def _decode_xydata(rec: _Record, source: str | None, limit: int, expected: int) -> _Decoded:
    """Decode the lines of an ``(X++(Y..Y))`` record into raw ordinates with Y checks applied."""
    chunks: list[np.ndarray] = []
    count = 0
    line_x: list[tuple[int, float, int]] = []
    prev_last: float | None = None
    prev_dif = False
    first_content = rec.value.strip()
    m = re.match(r"\(\s*X\s*\+\+\s*\(\s*[YRI]\s*\.\.\s*[YRI]\s*\)\s*\)", first_content, re.I)
    if m is None:
        raise ReadError(
            f"XYDATA form {first_content[:30]!r} not supported; expected (X++(Y..Y))",
            path=source,
            line=rec.line,
        )
    lines = list(rec.more)
    rest = first_content[m.end() :]
    if rest.strip():
        lines.insert(0, (rec.line, rest))
    for n, text in lines:
        toks = _tokens(text, n, source)
        if not toks:
            continue
        kind, xval = toks[0]
        if kind != _ABS:
            raise ReadError(
                "an XYDATA line must start with its abscissa (X) value", path=source, line=n
            )
        ys: list[float] = []
        prev_tok: tuple[int, float] | None = None
        first_kind: int | None = None
        last_kind: int | None = None
        for kind, value in toks[1:]:
            if kind == _ABS:
                ys.append(value)
                prev_tok = (kind, value)
                last_kind = kind
            elif kind == _DIFK:
                if ys:
                    base = ys[-1]
                elif prev_last is not None:
                    base = prev_last
                else:
                    raise ReadError(
                        "the first ordinate is a difference (DIF) with nothing before it",
                        path=source,
                        line=n,
                    )
                ys.append(base + value)
                prev_tok = (kind, value)
                last_kind = kind
            else:
                if prev_tok is None:
                    raise ReadError(
                        "a repeat count (DUP) with no value before it", path=source, line=n
                    )
                repeat = int(value) - 1
                if repeat < 0:
                    raise ReadError("a repeat count (DUP) of zero", path=source, line=n)
                if count + len(ys) + repeat > limit:
                    raise ReadError(
                        f"XYDATA decodes to more than {limit} points", path=source, line=n
                    )
                if prev_tok[0] == _ABS:
                    ys.extend([prev_tok[1]] * repeat)
                else:
                    step = prev_tok[1]
                    base = ys[-1]
                    ys.extend((base + step * np.arange(1, repeat + 1)).tolist())
            if first_kind is None:
                first_kind = kind
        if not ys:
            continue
        start = count
        if prev_dif and first_kind == _ABS:
            assert prev_last is not None
            if not math.isclose(ys[0], prev_last, rel_tol=1e-9, abs_tol=1e-9):
                if count == expected and len(ys) == 1 and (n, text) == lines[-1]:
                    # a lone value after all NPOINTS points on the record's last line is a
                    # terminator some writers add (SPECFILE.DX of the JCAMP-DX.org set)
                    break
                raise ReadError(
                    f"Y check failed: this line starts with {ys[0]:g} but the previous line "
                    f"ended with {prev_last:g} (the DIF form requires them to be equal)",
                    path=source,
                    line=n,
                )
            ys = ys[1:]
            start = count - 1
        line_x.append((n, xval, start))
        if ys:
            arr = np.asarray(ys, dtype=float)
            chunks.append(arr)
            count += arr.size
            prev_last = float(arr[-1])
        if count > limit:
            raise ReadError(f"XYDATA decodes to more than {limit} points", path=source, line=n)
        prev_dif = last_kind == _DIFK
    y = np.concatenate(chunks) if chunks else np.zeros(0)
    return _Decoded(y, line_x)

______________________________

*What the task asks*: When you reach the line containing "ys.append(base + value)" in the data above, start copying exactly, and stop after the line containing "first_kind = kind".

*Your response*:
                ys.append(base + value)
                prev_tok = (kind, value)
                last_kind = kind
            else:
                if prev_tok is None:
                    raise ReadError(
                        "a repeat count (DUP) with no value before it", path=source, line=n
                    )
                repeat = int(value) - 1
                if repeat < 0:
                    raise ReadError("a repeat count (DUP) of zero", path=source, line=n)
                if count + len(ys) + repeat > limit:
                    raise ReadError(
                        f"XYDATA decodes to more than {limit} points", path=source, line=n
                    )
                if prev_tok[0] == _ABS:
                    ys.extend([prev_tok[1]] * repeat)
                else:
                    step = prev_tok[1]
                    base = ys[-1]
                    ys.extend((base + step * np.arange(1, repeat + 1)).tolist())
            if first_kind is None:
                first_kind = kind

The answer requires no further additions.